- Born: 1925 Gold Cosast
- Died: 1975 (aged 49–50)
- Citizenship: Ghana
- Occupations: animal scientist; painter;
- Notable work: Apofo Edodwir (The Arrival of the Fishing Fleet, Elmina Bay); Kadodo- Atsia (The spirit of the Agodzo Dances); At the Fish and Vegetable Market; Calabash Musiga;

= Kobina Bucknor =

Ghanaian animal scientist and painter (1925–1975)

Kobina Bucknor (1925–1975) was a Ghanaian animal scientist and painter.

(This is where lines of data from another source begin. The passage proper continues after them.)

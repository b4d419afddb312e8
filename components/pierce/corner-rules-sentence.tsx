import { cornerRulesText } from '@/components/text/pierce.ts';
import { Sentence } from '@/components/ui/sentence.tsx';
import { Stack } from '@/components/ui/stack.tsx';
import { Tick } from '@/components/ui/tick.tsx';
import type { CornerRules } from '@/strategy/corners/rules.ts';
import { BurnBackRule } from './burn-back-rule.tsx';
import { DraftNumber, useDraft } from './draft-context.tsx';
import { EaseRoundRules } from './ease-round-rules.tsx';

type Loop = CornerRules['loop'];

/** When a corner is treated and how, told as sentences. */
export function CornerRulesSentence() {
  const { draft, dispatch, readOnly } = useDraft();
  const rules = draft.content.cornerRules;
  const change = (next: (before: CornerRules) => CornerRules, field?: string) =>
    dispatch({
      do: 'change',
      field,
      change: (content) => ({ ...content, cornerRules: mutable(next(content.cornerRules)) }),
    });
  const loopNumber = (name: Exclude<keyof Loop, 'allowed'>) => (
    <DraftNumber
      field={`cornerRules.loop.${name}`}
      label={cornerRulesText.label[name]}
      dimension="length"
      value={rules.loop[name]}
      onValue={(value) =>
        change((before) => ({ ...before, loop: { ...before.loop, [name]: value } }), `cornerRules.loop.${name}`)
      }
    />
  );
  return (
    <Stack gap="xs">
      <Sentence>
        {cornerRulesText.below}{' '}
        <DraftNumber
          field="cornerRules.treatBelowAngle"
          label={cornerRulesText.label.treatBelowAngle}
          dimension="angle"
          value={rules.treatBelowAngle}
          onValue={(treatBelowAngle) =>
            change((before) => ({ ...before, treatBelowAngle }), 'cornerRules.treatBelowAngle')
          }
        />{' '}
        {cornerRulesText.above}{' '}
        <DraftNumber
          field="cornerRules.returnExcessLimit"
          label={cornerRulesText.label.returnExcessLimit}
          dimension="temperatureDifference"
          value={rules.returnExcessLimit}
          onValue={(returnExcessLimit) =>
            change((before) => ({ ...before, returnExcessLimit }), 'cornerRules.returnExcessLimit')
          }
        />{' '}
        {cornerRulesText.hotter}
      </Sentence>
      <Tick
        label={cornerRulesText.loops}
        checked={rules.loop.allowed}
        disabled={readOnly}
        onChange={(allowed) => change((before) => ({ ...before, loop: { ...before.loop, allowed } }))}
      />
      {rules.loop.allowed && (
        <Sentence>
          {cornerRulesText.radius} {loopNumber('radius')} {cornerRulesText.extension} {loopNumber('minExtension')}{' '}
          {cornerRulesText.to} {loopNumber('maxExtension')} {cornerRulesText.clearance} {loopNumber('clearance')}
        </Sentence>
      )}
      <Tick
        label={cornerRulesText.dwells}
        checked={rules.dwell.allowed}
        disabled={readOnly}
        onChange={(allowed) => change((before) => ({ ...before, dwell: { ...before.dwell, allowed } }))}
      />
      {rules.dwell.allowed && (
        <Sentence>
          {cornerRulesText.longest}{' '}
          <DraftNumber
            field="cornerRules.dwell.maxDuration"
            label={cornerRulesText.label.maxDuration}
            dimension="time"
            value={rules.dwell.maxDuration}
            onValue={(maxDuration) =>
              change(
                (before) => ({ ...before, dwell: { ...before.dwell, maxDuration } }),
                'cornerRules.dwell.maxDuration',
              )
            }
          />{' '}
          {cornerRulesText.restart}{' '}
          <DraftNumber
            field="cornerRules.dwell.restart"
            label={cornerRulesText.label.restart}
            dimension="time"
            value={rules.dwell.restart}
            onValue={(restart) =>
              change((before) => ({ ...before, dwell: { ...before.dwell, restart } }), 'cornerRules.dwell.restart')
            }
          />
        </Sentence>
      )}
      <EaseRoundRules rules={rules} change={change} readOnly={readOnly} />
      <BurnBackRule rules={rules} change={change} readOnly={readOnly} />
    </Stack>
  );
}

/** The schema's type has writable fields; a rule made here is nobody else's. */
const mutable = ({ loop, dwell, ease, round, burnBack, ...rules }: CornerRules) => ({
  ...rules,
  loop: { ...loop },
  dwell: { ...dwell },
  ...(ease ? { ease: { ...ease } } : {}),
  ...(round ? { round: { ...round } } : {}),
  ...(burnBack ? { burnBack: { ...burnBack } } : {}),
});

== Early life and education ==
He was born in 1925 in Gold Coast, now Ghana. He attended St. Augustine's College in Cape Coast at his secondary level and University College of the Gold Coast (now University of Ghana) where he acquired a Bachelor of Science degree in zoology. In 1965, he obtained a doctorate degree from Cornell University.

== Career ==
After his study, he joined the staff of the Ghana Academy of Sciences. He later left for Cornell University after which he came back to work with the Animal Research Institute in Ghana, and there he held the position of a director.

He held his first exhibition in Accra in 1966. He worked as a PhD trained research scientist in biology. He also served on the board directors of the Arts Council of Ghana as the chairman.

== Works ==
Bucknor used a style called "sculptural idiom" in his paintings which depicts life and culture in Ghana. This style, he claimed, was inspired by the silent wooden sculptures of Africa. To express his style, Bucknor said he captures the abstractions of the sculptural form, isolate the essence of the sculptural inspiration, digest what the inspiration presents and transform it into individual creative expression.

Some of his works include:
- Apofo Edodwir (The Arrival of the Fishing Fleet, Elmina Bay)
- Kadodo- Atsia (The spirit of the Agodzo Dances)
- At the Fish and Vegetable Market
- Calabash Musiga

== Personal life ==
His son was Ghanaian actor Charles Kofi Bucknor.